A little more than a quarter of the way through the campaign, though, and that tune has changed somewhat when it comes to evaluating Phoenix’s present-day prospects.
Jeff Hornacek’s squad (13-9) is off to the best start in franchise history since the 2009-10 season, and looks closer to competing for a playoff spot than a spot in the bottom three of the draft lottery.
While the team would still potentially have up to four picks (Phoenix, Indiana, Minnesota’s top-13 protected and Washington’s top-12 protected) in June’s draft, first-year general manager Ryan McDonough is well aware that he might have to take a different avenue when it comes to acquiring a star. Well, somewhat different.
Speaking with NBA.com writer Scott-Howard Cooper, McDonough suggested that depending how many picks the Suns have come June, the team might explore the possibility of packaging multiple in order to land a proven star.
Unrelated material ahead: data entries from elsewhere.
"""Model value of a calibration target row, one function per ``quantity``.

Every evaluator takes a target row (a mapping with the columns of ``tables/targets/README.md``)
and returns the model's value of that quantity under the row's conditions.  The same functions
serve the calibration (``fit`` rows) and the scorecard (``fit`` and ``check`` rows), so a
target is always compared in one way only.

Population conventions (stated here once; each is common practice unless a source is named):

* ``sfh=local`` — the solar-neighbourhood clump: constant star formation 1-10 Gyr and a
  metallicity distribution of mean ~-0.1 dex and dispersion ~0.2 dex (common practice; e.g.
  Casagrande et al. 2011, A&A 530, A138 find a mean [Fe/H] near -0.1 for the local disc),
  Reimers eta 0.3 with a spread of 0.03.
* ``sfh=bulge`` — 10 Gyr, equal metal-poor ([Fe/H] -0.4, [alpha/Fe] +0.3) and metal-rich
  (+0.3, [alpha/Fe] 0) components (common practice: the bimodal bulge metallicity distribution,
  e.g. Zoccali et al. 2017, A&A 599, A12; from memory).
* Old globular-cluster conditions — 12.5 Gyr, [alpha/Fe] +0.3 unless the row gives them; for
  Oosterhoff conditions the Reimers eta is solved so that the HB ratio (B-R)/(B+V+R) equals the
  row's ``hb_ratio`` (defaults: Oo I M3-like [Fe/H] -1.5, HB ratio 0.08; Oo II M15-like
  [Fe/H] -2.3, HB ratio 0.67; Harris 1996, AJ 112, 1487, 2010 edition).

Size (620+ lines): one short evaluator per calibration quantity (about sixty), grouped by physics in marked
sections -- a catalogue of small functions, not one long piece of logic.
"""
from __future__ import annotations

import functools

import numpy as np

from hbmodel.calibration.targets import parse_conditions

__all__ = ["EVALUATORS", "evaluate_row", "NotModelled", "eta_for_hb_ratio", "old_population"]

# Reimers-eta spread of old clusters where no B:V:R counts fix it: sigma_eta = 0.045 gives a HB-mass dispersion
# of ~0.02 Msun, the dispersion of synthetic-HB fits to Galactic globular clusters (Lee, Demarque & Zinn 1994,
# ApJ 423, 248; from memory).
ETA_SPREAD_OLD = 0.045
LOCAL_FEH = (-0.6, -0.4, -0.2, 0.0, 0.2, 0.4)
LOCAL_FEH_W = (0.5, 1.0, 1.5, 1.5, 1.0, 0.5)


class NotModelled(Exception):
    """The model has no counterpart of this target (yet); the reason is the message."""


def _f(row, key, default=np.nan):
    v = row[key]
    try:
        v = float(v)
    except (TypeError, ValueError):
        return default
    return default if not np.isfinite(v) else v


def _cond(row):
    return parse_conditions(row["conditions"])


def _range(text):
    a, b = (float(x) for x in text.replace(":", ",").split(","))
    return a, b


# ----------------------------------------------------------------------------- populations
def _mass_loss(eta, sd=0.0, law="reimers"):
    from hbmodel.populations.population import MassLoss
    return MassLoss.from_eta(eta, sd, law)


def local_population(feh=None, ages=(1.0, 10.0), eta=0.3, eta_sd=0.03):
    """Constant star formation over ``ages`` (Gyr) with the local metallicity distribution."""
    from hbmodel.populations.population import Population
    if feh is None:
        fehs, fw = LOCAL_FEH, LOCAL_FEH_W
    else:
        fehs, fw = np.atleast_1d(feh), None
    return Population.constant_star_formation(ages[0], ages[1], fehs, feh_weights=fw,
                                              mass_loss=_mass_loss(eta, eta_sd))


def bulge_population(eta=0.3, eta_sd=0.03):
    from hbmodel.populations.population import Component, Population
    comps = [Component(10.0, -0.4, 0.3, 1.0), Component(10.0, 0.3, 0.0, 1.0)]
    return Population(components=comps, mass_loss=_mass_loss(eta, eta_sd))


def old_population(feh, eta, eta_sd=ETA_SPREAD_OLD, age_gyr=12.5, alpha_fe=0.3, helium=None):
    from hbmodel.populations.population import Population
    return Population(feh, age_gyr, alpha_fe=alpha_fe, helium=helium, mass_loss=_mass_loss(eta, eta_sd))


@functools.lru_cache(maxsize=256)
def _hb_ratio_cached(feh, eta, eta_sd, age_gyr, alpha_fe, key):
    from hbmodel.populations.morphology import hb_type
    st = old_population(feh, eta, eta_sd, age_gyr, alpha_fe).model_stars(phases=("hb",))
    if not (st.phase == "hb").any():
        return 1.0          # every envelope lost: nothing on the red side (an extreme blue HB)
    r = float(hb_type(st)[0])
    return r if np.isfinite(r) else 1.0


def _hb_ratio(feh, eta, eta_sd, age_gyr, alpha_fe):
    from hbmodel.core.tables import _key
    return _hb_ratio_cached(round(feh, 4), round(eta, 6), round(eta_sd, 6), round(age_gyr, 4),
                            round(alpha_fe, 4), _key())


def eta_for_hb_ratio(target, feh, eta_sd=ETA_SPREAD_OLD, age_gyr=12.5, alpha_fe=0.3, lo=0.05, hi=0.95):
    """Reimers eta giving HB ratio ``target`` (bisection; the HB ratio rises with eta).

    Returns ``(eta, saturated)``; ``saturated`` is -1/+1 when the target lies beyond what eta in
    [lo, hi] reaches."""
    f_lo, f_hi = _hb_ratio(feh, lo, eta_sd, age_gyr, alpha_fe), _hb_ratio(feh, hi, eta_sd, age_gyr, alpha_fe)
    if target <= f_lo:
        return lo, -1
    if target >= f_hi:
        return hi, +1
    from scipy.optimize import brentq
    eta = brentq(lambda e: _hb_ratio(feh, e, eta_sd, age_gyr, alpha_fe) - target, lo, hi, xtol=2e-4)
    return float(eta), 0


_OO = {"I": (-1.5, 0.08), "II": (-2.3, 0.67)}


def _oosterhoff_population(row):
    c = _cond(row)
    if "cluster" in c:
        raise NotModelled(f"single-cluster target ({c['cluster']}): see the cluster benchmark")
    oo = c.get("oosterhoff", "")
    if oo not in _OO:
        raise NotModelled(f"Oosterhoff condition {oo!r} not modelled")
    feh_d, hbr_d = _OO[oo]
    feh = _f(row, "feh", feh_d)
    hbr = float(c.get("hb_ratio", hbr_d))
    eta, _ = eta_for_hb_ratio(hbr, feh)
    return _Cached(("old", feh, round(eta, 6), ETA_SPREAD_OLD, 12.5, 0.3))


def _rr_stars(pop):
    st = pop.model_stars()
    rr = (st.phase == "hb") & (st.rr_mode != 0)
    if st.weight[rr].sum() <= 0:
        raise NotModelled("no RR Lyrae stars in the model population")
    return st, rr


# ----------------------------------------------------------------------------- helpers
class _Cached:
    """A population built from a hashable recipe, with its predictions and model stars cached per
    recipe and per active trial table set (so calibration trials never reuse stale results)."""

    def __init__(self, recipe):
        self.recipe = recipe

    def __hash__(self):
        return hash(self.recipe)

    def __eq__(self, other):
        return isinstance(other, _Cached) and other.recipe == self.recipe

    def build(self):
        kind, args = self.recipe[0], self.recipe[1:]
        if kind == "local":
            feh, ages = args
            return local_population(feh=None if feh is None else list(feh), ages=ages)
        if kind == "bulge":
            return bulge_population()
        if kind == "simple":
            from hbmodel.populations.population import Population
            feh, age, alpha, eta, sd = args
            return Population(feh, age, alpha_fe=alpha, mass_loss=_mass_loss(eta, sd))
        if kind == "old":
            feh, eta, sd, age, alpha = args
            return old_population(feh, eta, sd, age, alpha)
        raise ValueError(kind)

    def predict(self, bands=None):
        from hbmodel.core.tables import _key
        return _predict_cached(self, _key())

    def model_stars(self):
        from hbmodel.core.tables import _key
        return _stars_cached(self, _key())

    def phase_times(self):
        return self.build().phase_times()

    @property
    def subpopulations(self):
        return self.build().subpopulations


#: bands of the published targets (predictions are computed for these once per population)
TARGET_BANDS = ("B", "V", "I", "J", "H", "Ks", "G")


@functools.lru_cache(maxsize=64)
def _predict_cached(cp, key):
    return cp.build().predict(bands=TARGET_BANDS)


@functools.lru_cache(maxsize=64)
def _predict_band_cached(cp, band, key):
    """Predictions in one band outside TARGET_BANDS (e.g. WISE_W1), cached per population recipe and trial."""
    return cp.build().predict(bands=(band,))


@functools.lru_cache(maxsize=16)
def _stars_cached(cp, key):
    return cp.build().model_stars()


def _clump_mag(pop, band):
    from hbmodel.photometry.magnitudes import resolve_band
    try:
        band = resolve_band(band)     # aliases too: a row's 'W1' is the registry's WISE_W1
    except ValueError:
        raise NotModelled(f"band {band} is not in hbmodel's band set") from None
    try:
        if isinstance(pop, _Cached) and band not in TARGET_BANDS:
            from hbmodel.core.tables import _key
            p = _predict_band_cached(pop, band, _key())
        else:
            p = pop.predict(bands=(band,))
    except ValueError as exc:         # a relation band refusing stars outside its published relation
        raise NotModelled(str(exc)) from None
    if p.get("clump_absmag") is None:
        raise NotModelled("no red-HB / clump stars in the model population")
    return float(p["clump_absmag"][band])


def _bands():
    from hbmodel.photometry.magnitudes import BAND_NAMES
    return tuple(BAND_NAMES)


def _colour_bands(text):
    a, _, b = text.partition("-")
    if not b:
        raise NotModelled(f"{text!r} is not a colour")
    return a, b


def _population_for(row):
    c = _cond(row)
    sfh = c.get("sfh", "")
    if sfh == "local":
        return _Cached(("local", None, (1.0, 10.0)))
    if sfh == "bulge":
        return _Cached(("bulge",))
    if sfh == "open_clusters":
        lo, hi = _range(c.get("log_age_yr_range", "8.5,9.9"))
        flo, fhi = _range(c.get("feh_range", "-0.5,0.2"))
        return _Cached(("local", tuple(np.round(np.linspace(flo, fhi, 4), 4)),
                        (max(round(10 ** (lo - 9), 3), 0.5), round(10 ** (hi - 9), 3))))
    if sfh == "lmc_clusters":
        lo, hi = _range(c.get("age_range", "1,3"))
        return _Cached(("local", (_f(row, "feh", -0.5),), (lo, hi)))
    if not np.isnan(_f(row, "feh")) and not np.isnan(_f(row, "age_gyr")):
        return _Cached(("simple", _f(row, "feh"), _f(row, "age_gyr"), _f(row, "alpha_fe", 0.0), 0.3, 0.03))
    raise NotModelled(f"population condition {sfh or row['conditions']!r} not modelled")


# ----------------------------------------------------------------------------- giant branch
def tip_mass_msun(row):
    from hbmodel.physics import giant_branch as gb
    from hbmodel.physics.composition import Composition
    mh = Composition(_f(row, "feh", 0.0), _f(row, "alpha_fe", 0.0)).mh
    if np.isnan(_f(row, "age_gyr")):
        raise NotModelled("no age given")
    return float(gb.tip_mass_msun(_f(row, "age_gyr"), mh))


def ms_lifetime_gyr(row):
    from hbmodel.physics import giant_branch as gb
    return float(gb.ms_lifetime_gyr(_f(row, "mass_msun", 1.0), _f(row, "feh", 0.0)))


def _rgb_locus(feh, alpha_fe=0.3, age_gyr=12.5, band_pair=("V", "I")):
    from hbmodel.physics import giant_branch as gb
    from hbmodel.physics.composition import Composition
    from hbmodel.photometry.magnitudes import absolute_magnitudes
    mh = Composition(feh, alpha_fe).mh
    m_tip = float(gb.tip_mass_msun(age_gyr, mh))
    logl_tip = float(gb.rgb_tip_logl(mh))
    logl = np.linspace(1.5, logl_tip, 200)
    logt = gb.rgb_logteff(logl, mh, m_tip)
    logg = gb.log_g(m_tip, logl, logt)
    mags = absolute_magnitudes(10 ** logt, logg, np.full_like(logl, feh), logl, band_pair)
    return logl, mags


def trgb_abs_mag(row):
    band = row["band"] or "I"
    if band not in _bands():
        raise NotModelled(f"band {band} is not in hbmodel's band set")
    _, mags = _rgb_locus(_f(row, "feh", -1.5), _f(row, "alpha_fe", 0.3), _f(row, "age_gyr", 12.5), (band,))
    return float(mags[band][-1])


def rgb_colour_at_mag(row):
    a, b = _colour_bands(row["band"] or "V-I")
    c = _cond(row)
    key = next((k for k in c if k.startswith("abs_mag_")), None)
    if key is None:
        raise NotModelled("no reference magnitude (abs_mag_<band>=...) in conditions")
    ref_band, ref_mag = key[len("abs_mag_"):], float(c[key])
    _, mags = _rgb_locus(_f(row, "feh", -1.5), _f(row, "alpha_fe", 0.3), _f(row, "age_gyr", 12.5),
                         tuple(dict.fromkeys((a, b, ref_band))))
    m = mags[ref_band]
    col = mags[a] - mags[b]
    order = np.argsort(m)
    return float(np.interp(ref_mag, m[order], col[order]))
“I think one of the things that’s important for people to realize is that we may not draft four players even if we have four picks,” McDonough told NBA.com. “Our preference would probably be to maybe package a few of them. We’re obviously all looking for stars and we feel like we can put together a package as good, if not better, than any other team in the league if and when a star becomes available. That’s kind of generally what we’ve wanted to do, not only with our draft-pick situation but also with the cap space that we’ve acquired.”